The researchers also calculated that achieving a 30% reduction in premature deaths would require an average of 50% reduction of PM2.5 throughout the country, and by 62%, 50%, and 38% for the Beijing-Tianjin-Hebei, Jiangsu-Zhejiang-Shanghai, and Perl River Delta regions, respectively.

Reducing PM2.5 to the Grade II of the Chinese Ambient Air Quality Standard (CAAQS) (35 μg m-3) would only lead to a small reduction in mortality. A more stringent standard of <15 μg m-3 would be needed to achieve a significant reduction.

Hu
Premature mortality (normalized to 2013 deaths) as a function of fractional reduction in PM2.5 concentrations (relative to the 2013 concentrations) for the entire China (CHN), Beijing, Tianjin and Hebei (BTH) in the NCP region, Jiangsu, Zhejiang and Shanghai (JZS) in the YRD region, and Guangdong (GD) in the PRD region. The solid dots represent the normalized premature mortalities when PM2.5 concentrations reduced to 35μg m-3 (CAAQS Grade II 832 standard, red dots). Credit: ACS, Hu et al. Click to enlarge.

Resources

  • Jianlin Hu, Lin Huang, Mindong Chen, Hong Liao, Hongliang Zhang, Shuxiao Wang, Qiang Zhang, and Qi Ying (2017) “Premature Mortality Attributable to Particulate Matter in China: Source Contributions and Responses to Reductions” Environmental Science & Technology doi: 10.1021/acs.est.7b03193

Comments

HarveyD

Most of those premature deaths are preceeded par long costly illnesses?

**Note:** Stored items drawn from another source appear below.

package lodebook.db.stock;

import static org.junit.jupiter.api.Assertions.assertTrue;

import java.nio.file.Files;
import java.nio.file.Path;
import java.sql.Connection;
import java.sql.DriverManager;
import java.sql.PreparedStatement;
import java.sql.SQLException;
import java.sql.Statement;
import java.util.ArrayList;
import java.util.Arrays;
import java.util.List;
import lodebook.db.TestBook;
import lodebook.db.TestShop;
import lodebook.db.book.Book;
import lodebook.db.book.BookAddress;
import org.junit.jupiter.api.Tag;
import org.junit.jupiter.api.Test;

/// Importing 100 000 piece readings against writing the same rows by bare JDBC batches into a
/// database of the same settings with the same tables.
@Tag("slow")
class ImportSpeedTest {
  private static final int READINGS = 100_000;
  private static final List<String> TABLES =
      List.of("piece", "cell_content", "piece_reading", "piece_strength");

  @Test
  void anImportTakesAtMostThriceTheTimeOfTheBareRows() throws Exception {
    BookAddress.Folder place = (BookAddress.Folder) TestBook.EMBEDDED.newShop();
    double[] imports = new double[3];
    double[] bare = new double[3];
    for (int run = 0; run < 3; run++) {
      imports[run] = importSeconds(place, "L-" + (run + 2));
      bare[run] = bareSeconds(place);
    }
    Arrays.sort(imports);
    Arrays.sort(bare);
    double ratio = imports[1] / bare[1];
    String figures = "import %.2f s, bare %.2f s, ratio %.2f".formatted(imports[1], bare[1], ratio);
    Files.writeString(Path.of("target", "import-speed.txt"), figures + System.lineSeparator());
    assertTrue(ratio <= 3, figures);
  }

  private static double importSeconds(BookAddress.Folder place, String lot) {
    List<ReadingRow> rows = new ArrayList<>(READINGS);
    for (int i = 1; i <= READINGS; i++) {
      rows.add(
          new ReadingRow(
              i,
              lot + "-T" + i / 1000,
              "C" + i % 1000,
              0.3 + i * 1e-7,
              1e-3,
              20.0,
              "GM-1",
              null,
              null));
    }
    try (Book book = Book.open(place, TestBook.visit())) {
      new LotImport(book).importLots(TestShop.LEAD, List.of(TestShop.lot(lot, READINGS)));
      PieceImport imports = new PieceImport(book);
      long start = System.nanoTime();
      imports.importReadings(TestShop.LEAD, lot, rows, null);
      return (System.nanoTime() - start) / 1e9;
    }
  }

  /// Writes the rows that the last import wrote into a second database.
  private static double bareSeconds(BookAddress.Folder place) throws SQLException {
    Path file = place.path().resolve("book");
    Path other = place.path().resolve("bare" + System.nanoTime());
    try (Connection from =
            DriverManager.getConnection("jdbc:h2:" + file + ";MAX_COMPACT_TIME=0", "sa", "");
        Statement reading = from.createStatement();
        Connection to =
            DriverManager.getConnection(
                "jdbc:h2:" + other + ";WRITE_DELAY=0;MAX_COMPACT_TIME=0", "sa", "");
        Statement making = to.createStatement()) {
      long last = lastLine(reading);
      List<List<Object[]>> all = new ArrayList<>();
      for (String table : TABLES) {
        all.add(rows(reading, table, last));
      }
      for (String script : scripts(reading)) {
        making.execute(script);
      }
      to.setAutoCommit(false);
      long start = System.nanoTime();
      for (int i = 0; i < TABLES.size(); i++) {
        insert(to, TABLES.get(i), all.get(i));
      }
      to.commit();
      making.execute("checkpoint sync");
      return (System.nanoTime() - start) / 1e9;
    }
  }

  private static long lastLine(Statement reading) throws SQLException {
    try (var row = reading.executeQuery("select max(history_sequence) from piece")) {
      row.next();
      return row.getLong(1);
    }
  }

  /// The four tables with their keys and checks, without the rows they point to elsewhere.
  private static List<String> scripts(Statement reading) throws SQLException {
    List<String> scripts = new ArrayList<>();
    try (var rows = reading.executeQuery("script nodata")) {
      while (rows.next()) {
        String script = rows.getString(1);
        boolean ours =
            TABLES.stream()
                .anyMatch(
                    t ->
                        script.contains(
                            "\"PUBLIC\".\"" + t.toUpperCase(java.util.Locale.ROOT) + "\""));
        boolean elsewhere =
            script.contains("FOREIGN KEY") && !script.contains("REFERENCES \"PUBLIC\".\"PIECE\"");
        boolean ofOthers =
            script.contains("FOREIGN KEY")
                && TABLES.stream()
                    .noneMatch(
                        t ->
                            script.startsWith(
                                "ALTER TABLE \"PUBLIC\".\""
                                    + t.toUpperCase(java.util.Locale.ROOT)
                                    + "\""));
        if (ours && !elsewhere && !ofOthers) {
          scripts.add(script);
        }
      }
    }
    return scripts;
  }

  private static List<Object[]> rows(Statement reading, String table, long line)
      throws SQLException {
    String which =
        table.equals("cell_content")
            ? " where piece_id in (select id from piece where history_sequence = " + line + ")"
            : " where history_sequence = " + line;
    List<Object[]> rows = new ArrayList<>();
    try (var result = reading.executeQuery("select * from " + table + which)) {
      int columns = result.getMetaData().getColumnCount();
      while (result.next()) {
        Object[] row = new Object[columns];
        for (int i = 0; i < columns; i++) {
          row[i] = result.getObject(i + 1);
        }
        rows.add(row);
      }
    }
    return rows;
  }

  private static void insert(Connection to, String table, List<Object[]> rows) throws SQLException {
    String places = "?, ".repeat(rows.getFirst().length - 1) + "?";
    try (PreparedStatement insert =
        to.prepareStatement("insert into " + table + " values (" + places + ")")) {
      int waiting = 0;
      for (Object[] row : rows) {
        for (int i = 0; i < row.length; i++) {
          insert.setObject(i + 1, row[i]);
        }
        insert.addBatch();
        if (++waiting % 1000 == 0) {
          insert.executeBatch();
        }
      }
      insert.executeBatch();
    }
  }
}
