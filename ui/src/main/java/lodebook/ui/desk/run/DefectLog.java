package lodebook.ui.desk.run;

import java.io.IOException;
import java.io.PrintWriter;
import java.io.StringWriter;
import java.nio.charset.StandardCharsets;
import java.nio.file.Files;
import java.nio.file.Path;
import java.nio.file.StandardOpenOption;
import java.time.InstantSource;
import java.util.HexFormat;
import java.util.Locale;
import java.util.zip.CRC32;

/// The file in which defects of the program are written down.
public final class DefectLog {
  private final Path file;
  private final InstantSource clock;

  /// @param file the file; it is made when the first defect happens
  /// @param clock the one clock
  public DefectLog(Path file, InstantSource clock) {
    this.file = file;
    this.clock = clock;
  }

  /// Where it is.
  public Path file() {
    return file;
  }

  /// Writes a failure down with its trace.
  ///
  /// @return a short code that is the same whenever the same place fails in the same way; the code
  ///   alone where the file cannot be written
  String write(Throwable failure) {
    String code = code(failure);
    StringWriter trace = new StringWriter();
    failure.printStackTrace(new PrintWriter(trace, true));
    try {
      Path folder = file.toAbsolutePath().getParent();
      if (folder != null) {
        Files.createDirectories(folder);
      }
      Files.writeString(
          file,
          clock.instant() + " " + code + " desktop\n" + trace,
          StandardOpenOption.CREATE,
          StandardOpenOption.APPEND);
    } catch (IOException unwritable) {
      return code;
    }
    return code + ", " + file;
  }

  private static String code(Throwable failure) {
    StringBuilder place = new StringBuilder(failure.getClass().getName());
    for (StackTraceElement step : failure.getStackTrace()) {
      if (step.getClassName().startsWith("lodebook.")) {
        place.append('\n').append(step.getClassName()).append('.').append(step.getMethodName());
      }
    }
    CRC32 sum = new CRC32();
    sum.update(place.toString().getBytes(StandardCharsets.UTF_8));
    return "D-" + HexFormat.of().toHexDigits(sum.getValue(), 6).toUpperCase(Locale.ROOT);
  }
}
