import { css } from 'lit';

export const styles = css`
  p {
    display: flex;
    flex-wrap: wrap;
    gap: 0.4rem 0.8rem;
    align-items: center;
    margin: 0 0 1rem;
    max-width: 44rem;
  }
`;
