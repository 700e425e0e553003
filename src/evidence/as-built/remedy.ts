import { returnLossDb } from '../../network/figures-of-merit.ts';
import type { RealArm } from '../../network/real-arm.ts';
import { formatQuantity } from '../../quantity/format.ts';
import type { Fault, Remedy } from '../as-built-figures.ts';
import type { Reflections } from './aimed-reflection.ts';
import { withFault, type Board } from './board.ts';

/** A gain in return loss below this isn't worth a soldering iron, dB. */
const worth = 0.1;

/**
 * The one part that, replaced by one on sale, gives the best worst return loss with the cause in force: whatever made
 * a part's value differ is taken to stay with its place. Of causes that can't be told apart, the worst counts.
 *
 * @param candidates parts on sale for each arm, the nearest values below and above
 * @param sweeps     of every load state, over the band
 */
export function remedyOf(
  board: Board,
  designators: readonly string[],
  candidates: readonly (readonly RealArm[])[],
  faults: readonly Fault[],
  sweeps: readonly ((board: Board) => Reflections)[],
  requiredDb: number | null,
): Remedy | null {
  const worstDb = (changed: Board): number => {
    let worst = 0;
    for (const fault of faults) {
      for (const sweep of sweeps) {
        const { re, im } = sweep(withFault(changed, fault));
        for (let k = 0; k < re.length; k += 1) worst = Math.max(worst, re[k]! * re[k]! + im[k]! * im[k]!);
      }
    }
    return returnLossDb(worst);
  };
  const beforeDb = worstDb(board);
  let best: { readonly at: number; readonly arm: RealArm; readonly db: number } | null = null;
  for (const [at, parts] of candidates.entries()) {
    for (const arm of parts) {
      const db = worstDb({ ...board, arms: board.arms.map((a, k) => (k === at ? arm : a)) });
      if (db > (best?.db ?? beforeDb + worth)) best = { at, arm, db };
    }
  }
  if (best === null) return null;
  const designator = designators[best.at]!;
  const from = board.arms[best.at]!.value;
  const unit = best.arm.part === 'inductor' ? 'H' : 'F';
  return {
    designator,
    from,
    to: best.arm.value,
    words: `${designator} of ${formatQuantity(best.arm.value, unit, 3)} instead of ${formatQuantity(from, unit, 3)}`,
    beforeDb,
    afterDb: best.db,
    meets: requiredDb === null ? null : best.db >= requiredDb,
  };
}
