import { returnLossDb } from '../../network/figures-of-merit.ts';
import type { Ends } from '../../network/sweep.ts';
import { fillTermination, rangeOf } from '../../network/termination-at.ts';
import type { Aim, Termination } from '../../network/termination.ts';
import type { MeasuredData } from '../../measured/measured.ts';
import type { Span } from '../../quantity/span.ts';
import type { Overlay } from '../as-built-figures.ts';
import { aimedReflection, type Reflections } from './aimed-reflection.ts';

/** Part of a span within others; null: they have none in common. */
export function common(first: Span, ...others: readonly (Span | null)[]): Span | null {
  let { low, high } = first;
  for (const span of others) {
    if (span === null) continue;
    low = Math.max(low, span.low);
    high = Math.min(high, span.high);
  }
  return low <= high ? { low, high } : null;
}

/** Part of a span for which all terminations say something. */
export const withinReach = (span: Span, terminations: readonly Termination[]): Span | null =>
  common(span, ...terminations.map(rangeOf));

/** Measured frequencies within a span, Hz. */
export const samplesWithin = ({ frequencyHz }: MeasuredData, span: Span | null): Float64Array =>
  Float64Array.from(span === null ? [] : frequencyHz.filter((hz) => span.low <= hz && hz <= span.high));

/**
 * What was measured, as reflection for the aim against the source at hand, whatever reference the file is in.
 *
 * @param ends frequencies within the data, with the source's impedances at them
 */
export function measuredReflection(
  measured: MeasuredData,
  ends: Pick<Ends, 'frequencyHz' | 'rs' | 'xs'>,
  aim: Aim,
): Reflections {
  const n = ends.frequencyHz.length;
  const [r, x] = [new Float64Array(n), new Float64Array(n)];
  // The design frequency plays no part in measured data.
  fillTermination({ measured }, 1, ends.frequencyHz, r, x);
  const gamma = { re: new Float64Array(n), im: new Float64Array(n) };
  for (let k = 0; k < n; k += 1) aimedReflection(k, r[k]!, x[k]!, 1, 0, ends, aim, gamma);
  return gamma;
}

/** Return loss at each frequency, dB, 0 to 200. */
export const returnLosses = ({ re, im }: Reflections): number[] =>
  Array.from(re, (value, k) => returnLossDb(value * value + im[k]! * im[k]!));

/** Measured and predicted side by side, as plain data. */
export const overlayOf = (frequencyHz: Float64Array, measured: Reflections, predicted: Reflections): Overlay => ({
  frequencyHz: Array.from(frequencyHz),
  measuredRe: Array.from(measured.re),
  measuredIm: Array.from(measured.im),
  measuredDb: returnLosses(measured),
  predictedRe: Array.from(predicted.re),
  predictedIm: Array.from(predicted.im),
  predictedDb: returnLosses(predicted),
});
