import type { MeasuredData } from '../../measured/measured.ts';
import type { Ends } from '../../network/sweep.ts';
import type { Aim } from '../../network/termination.ts';
import type { Span } from '../../quantity/span.ts';
import type { AsBuiltVerdict } from '../as-built-figures.ts';
import type { Reflections } from './aimed-reflection.ts';
import { common, measuredReflection, returnLosses, samplesWithin } from './overlay.ts';

/**
 * Least return loss measured over the band: at every sample in it, and at its edges where the data reach them. A band
 * that isn't covered whole can fall short, but not be met.
 *
 * @param reach   part of the band for which the terminations say anything; null: nothing
 * @param predict terminations and the prediction's reflection at some frequencies
 */
export function verdictOf(
  measured: MeasuredData,
  bandHz: Span,
  requiredDb: number | null,
  reach: Span | null,
  aim: Aim,
  predict: (frequencyHz: Float64Array) => { readonly ends: Ends; readonly gamma: Reflections },
): AsBuiltVerdict {
  const [first, last] = [measured.frequencyHz[0]!, measured.frequencyHz.at(-1)!];
  // A part in 1e12 is the rounding of the file's own unit.
  const data = {
    low: first <= bandHz.low * (1 + 1e-12) ? Math.min(first, bandHz.low) : first,
    high: last >= bandHz.high * (1 - 1e-12) ? Math.max(last, bandHz.high) : last,
  };
  const coveredHz = reach === null ? null : common(bandHz, data, reach);
  const nothing = { bandHz, requiredDb, coveredHz: null, worstReturnLossDb: null, worstAtHz: null, predictedDb: null };
  if (coveredHz === null) return { verdict: 'not assessed', ...nothing };
  const { low, high } = coveredHz;
  const frequencyHz = Float64Array.from(new Set([low, ...samplesWithin(measured, coveredHz), high])).sort();
  const { ends, gamma } = predict(frequencyHz);
  const losses = returnLosses(measuredReflection(measured, ends, aim));
  const worstReturnLossDb = Math.min(...losses);
  const whole = low === bandHz.low && high === bandHz.high;
  const short = requiredDb !== null && worstReturnLossDb < requiredDb;
  return {
    verdict: short ? 'falls short' : requiredDb !== null && whole ? 'meets' : 'not assessed',
    requiredDb,
    bandHz,
    coveredHz,
    worstReturnLossDb,
    worstAtHz: frequencyHz[losses.indexOf(worstReturnLossDb)]!,
    predictedDb: Math.min(...returnLosses(gamma)),
  };
}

How much irreversable damages are done to other living creatures and environment? When are we going to reduce and/or stop burning bio and fossil fuels?

Arnold

If this were reducible to statistics one could say that the life expectancy of the average China resident will be decreased by X years. But the quality of life will be diminished in multiple ways besides the persons own health.
Family members, work colleagues and the loss of skilled and academics will show up as a severe handicap for the whole country by extension we are all losing from this extreme example.

Just some of the reason we need to double down on the real problems of our times.